Friday, February 19, 2016

Brave New Family by G.K. Chesterton - Part 2

G.K. Chesterton is better understood in bite-sized chunks so I greatly appreciated the editor of Brave New Family compiling G.K’s wisdom on the subject into digestible paragraphs and chapters.

In my last post I quoted a few of his thoughts on marriage and this week I want to highlight his insights into motherhood, especially the idea that mothers should work and let someone else raise their children. (Although written 100 years ago, his words are quite contemporary.)

The State thinks think they can do a better job and leave the mother to do something more meaningful. The actual effect of this theory is that one harassed person has to look after a hundred children, instead of one normal person looking after a normal number of them. Normally that normal person is urged by a natural force, which costs nothing and does not require a salary, the force of natural affection for his young... If you cut off that natural force, and substitute a paid bureaucracy, you are like a lunatic who should carefully water his garden with a watering can, while holding an umbrella to keep off the rain. (p. 56)

A woman's function is laborious, because it is gigantic, not because it is minute. I will pity Mrs. Jones for the bigness of her task; I will never pity her for its smallness. (p. 113)

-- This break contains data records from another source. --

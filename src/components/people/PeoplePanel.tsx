/**
 * People who eat in the household: list, add, edit and remove (owners and growers), each with
 * their daily energy need and what it rests on. The form is react-hook-form, checked with the shared
 * zod schema of src/lib/people-schemas.ts before sending and again by the API.
 */
import { zodResolver } from '@hookform/resolvers/zod';
import { useMutation, useQuery, useQueryClient } from '@tanstack/react-query';
import { useId, useState } from 'react';
import { useForm, useWatch, type FieldErrors as FieldErrorsOf, type Resolver, type ResolverResult } from 'react-hook-form';
import type { PersonJson } from '@/lib/api-types';
import { formatAmount } from '@/lib/format-number';
import { ACTIVITY_LABELS, ACTIVITY_LEVELS, personInput, type PersonFields, type PersonInput } from '@/lib/people-schemas';
import { parseDecimal } from '@/components/entries/quantity-text';
import { Alert, ConfirmDelete } from '@/components/entries/ui';
import { FieldShell, formMessage, invalidProps, showFailure } from '@/components/forms';
import { QueryProvider } from '@/components/QueryProvider';
import { get, request } from '@/components/request';

interface Props {
  householdId: number;
  canWrite: boolean;
}

export default function PeoplePanel(props: Props) {
  return (
    <QueryProvider>
      <People {...props} />
    </QueryProvider>
  );
}

type PeopleList = { month: string; people: PersonJson[] };

function People({ householdId, canWrite }: Props) {
  const base = `/api/households/${householdId}/people`;
  const key = ['people', householdId];
  const client = useQueryClient();
  const list = useQuery({ queryKey: key, queryFn: () => get<PeopleList>(base) });
  const [editing, setEditing] = useState<number | 'new' | null>(null);
  const [notice, setNotice] = useState<string | null>(null);
  const remove = useMutation({
    mutationFn: (id: number) => request<null>('DELETE', `${base}/${id}`),
    onSuccess: async () => {
      setNotice('Removed.');
      await client.invalidateQueries({ queryKey: key });
    },
  });

  const people = list.data?.people ?? [];
  return (
    <div>
      {list.isPending ? <p>Loading…</p> : null}
      {list.isError ? <Alert message={list.error.message} /> : null}
      {remove.isError ? <Alert message={remove.error.message} /> : null}
      <Alert message={notice} tone="ok" />
      {list.data && people.length === 0 ? (
        <p className="card mt-4 text-lg">Nobody is listed yet. Add everyone who eats from the household’s food, guests who stay for weeks included.</p>
      ) : null}
      <ul className="mt-4 grid gap-4" data-testid="people-list">
        {people.map((p) =>
          editing === p.id ? (
            <li key={p.id} className="card">
              <PersonForm
                title={`Change ${p.name}`}
                initial={p}
                onCancel={() => setEditing(null)}
                onSave={async (body) => {
                  await request('PATCH', `${base}/${p.id}`, body);
                  await client.invalidateQueries({ queryKey: key });
                  setEditing(null);
                  setNotice(`Saved ${body.name}.`);
                }}
              />
            </li>
          ) : (
            <li key={p.id} className="card" data-testid="person">
              <PersonCard person={p} />
              {canWrite ? (
                <div className="mt-4 flex flex-wrap gap-2">
                  <button type="button" className="btn-quiet" onClick={() => (setNotice(null), setEditing(p.id))}>
                    Change
                  </button>
                  <ConfirmDelete what={p.name} label="Remove" busy={remove.isPending} onConfirm={() => remove.mutate(p.id)} />
                </div>
              ) : null}
            </li>
          ),
        )}
      </ul>
      {canWrite ? (
        editing === 'new' ? (
          <div className="card mt-4">
            <PersonForm
              title="Add a person"
              onCancel={() => setEditing(null)}
              onSave={async (body) => {
                await request('POST', base, body);
                await client.invalidateQueries({ queryKey: key });
                setEditing(null);
                setNotice(`Added ${body.name}.`);
              }}
            />
          </div>
        ) : (
          <button type="button" className="btn-primary mt-4" onClick={() => (setNotice(null), setEditing('new'))}>
            Add a person
          </button>
        )
      ) : (
        <p className="mt-4 text-loam-700">Your role can read the people of this household but not change them.</p>
      )}
    </div>
  );
}

function ageText(p: PersonJson): string {
  if (p.birthYear != null) return `born ${p.birthYear}${p.energy ? ` (${p.energy.ageYears} this year)` : ''}`;
  if (p.ageYears == null) return '';
  return p.ageYears < 1 ? `${Math.round(p.ageYears * 12)} months old` : `${formatAmount(p.ageYears)} years`;
}

function PersonCard({ person: p }: { person: PersonJson }) {
  const e = p.energy;
  return (
    <div>
      <div className="flex flex-wrap items-baseline justify-between gap-2">
        <h2 className="text-xl font-extrabold">{p.name}</h2>
        <p className="text-loam-700">
          {p.sex}, {ageText(p)}
          {p.condition !== 'none' ? ` · ${p.condition}` : ''}
        </p>
      </div>
      {e ? (
        <p className="mt-2">
          <span className="text-3xl font-extrabold text-sprout-900" data-testid="person-kcal">
            {formatAmount(e.kcalPerDay)} kcal
          </span>{' '}
          <span className="text-loam-700">a day</span>{' '}
          <span className="inline-block rounded-full bg-loam-100 px-3 py-1 text-sm font-semibold whitespace-nowrap" data-testid="person-basis">
            {e.basis === 'stated' ? 'as you stated' : 'estimated (EER)'}
          </span>
        </p>
      ) : (
        <p className="mt-2 text-loam-700">Not yet born this month: no need counted.</p>
      )}
      <dl className="mt-3 grid gap-x-6 gap-y-1 text-sm sm:grid-cols-2">
        <div>
          <dt className="inline text-loam-700">Meals from the household: </dt>
          <dd className="inline font-semibold">
            {formatAmount(p.atHomePct)} %{e && p.atHomePct !== 100 ? ` (${formatAmount(e.atHomeKcalPerDay)} kcal a day counted)` : ''}
          </dd>
        </div>
        <div>
          <dt className="inline text-loam-700">Activity: </dt>
          <dd className="inline font-semibold">{ACTIVITY_LABELS[p.activity]}</dd>
        </div>
        {p.heightCm != null || p.weightKg != null ? (
          <div>
            <dt className="inline text-loam-700">Height, weight: </dt>
            <dd className="inline font-semibold">
              {p.heightCm != null ? `${formatAmount(p.heightCm)} cm` : 'height not given'}, {p.weightKg != null ? `${formatAmount(p.weightKg)} kg` : 'weight not given'}
            </dd>
          </div>
        ) : null}
        {p.presentFrom || p.presentTo ? (
          <div>
            <dt className="inline text-loam-700">Eats here: </dt>
            <dd className="inline font-semibold">
              {p.presentFrom ? `from ${p.presentFrom}` : ''} {p.presentTo ? `to ${p.presentTo}` : ''}
            </dd>
          </div>
        ) : null}
      </dl>
      {e ? (
        <details className="mt-2 text-sm">
          <summary className="cursor-pointer text-sprout-700">What the energy need rests on</summary>
          <p className="mt-1">{e.basis === 'stated' ? 'The kcal a day stated for this person.' : e.source}</p>
          {e.notes.length ? (
            <ul className="mt-1 list-disc pl-5">
              {e.notes.map((n) => (
                <li key={n}>{n}</li>
              ))}
            </ul>
          ) : null}
        </details>
      ) : null}
    </div>
  );
}

// The form's values are the typed text, named as the API names the fields; `ageKind` says which of
// age and birth year is being given.
type Draft = Record<'name' | 'sex' | 'ageKind' | 'ageYears' | 'birthYear' | 'heightCm' | 'weightKg' | 'activity' | 'condition' | 'kcalPerDay' | 'atHomePct' | 'presentFrom' | 'presentTo', string>;

function draftOf(p?: PersonFields): Draft {
  const s = (v: number | string | null | undefined) => (v == null ? '' : String(v));
  return {
    name: p?.name ?? '',
    sex: p?.sex ?? 'female',
    ageKind: p?.birthYear != null ? 'birthYear' : 'age',
    ageYears: s(p?.ageYears),
    birthYear: s(p?.birthYear),
    heightCm: s(p?.heightCm),
    weightKg: s(p?.weightKg),
    activity: p?.activity ?? 'low',
    condition: p?.condition ?? 'none',
    kcalPerDay: s(p?.kcalPerDay),
    atHomePct: s(p?.atHomePct ?? 100),
    presentFrom: p?.presentFrom ?? '',
    presentTo: p?.presentTo ?? '',
  };
}

// Typed text → the API's body; a blank number is null, a mistyped one NaN (the schema says so).
function bodyOf(d: Draft): Record<string, unknown> {
  const num = (t: string) => parseDecimal(t) ?? null;
  return {
    name: d.name,
    sex: d.sex,
    ageYears: d.ageKind === 'age' ? num(d.ageYears) : null,
    birthYear: d.ageKind === 'birthYear' ? num(d.birthYear) : null,
    heightCm: num(d.heightCm),
    weightKg: num(d.weightKg),
    activity: d.activity,
    condition: d.condition,
    kcalPerDay: num(d.kcalPerDay),
    atHomePct: num(d.atHomePct) ?? 100,
    presentFrom: d.presentFrom || null,
    presentTo: d.presentTo || null,
  };
}

const checkPerson = zodResolver(personInput);

/**
 * Checks the typed draft with `personInput`, the schema the people API parses with, after turning
 * the text into the API's body. "Give the age or the birth year" stands beside the birth year when
 * that is the box on show.
 */
const personResolver: Resolver<Draft, unknown, PersonInput> = async (draft, context, options) => {
  // The zod resolver is typed for the API body; it is handed exactly that, built from the draft.
  const result = await checkPerson(bodyOf(draft) as never, context, options as never);
  const errors = result.errors as FieldErrorsOf<Draft>;
  if (draft.ageKind === 'birthYear' && errors.ageYears) {
    errors.birthYear ??= { ...errors.ageYears, ref: options.fields.birthYear?.ref };
    delete errors.ageYears;
  }
  return result as ResolverResult<Draft, PersonInput>;
};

And my favorite: Progressive people are perpetually telling us that the hope of the world is in education. Education is everything. Nothing is so important as training the rising generation. They tell us this over and over again, with slight variations of the same formula, and never seem to see what it involves. For if there be any word of truth in all this talk about the education of the child, then there is certainly nothing but nonsense in nine-tenths of the talk about the emancipation of women. If education is the highest function of the State, why should anybody want to be emancipated from the highest function of the State? If education is the largest thing in the world, what is the sense of talking about a woman being liberated from the largest thing in the world? (154)

2 comments:

Elizabeth said...

Very interesting quotes.

Lovely blog.

Stopping by from the Saturday Review of Books Linkup.

I hope you are having a good day.

Elizabeth
Silver’s Reviews
The Passenger by Lisa Lutz

Barbara H. said...

I have not read much Chesterton, but what little I have read is so full of common sense.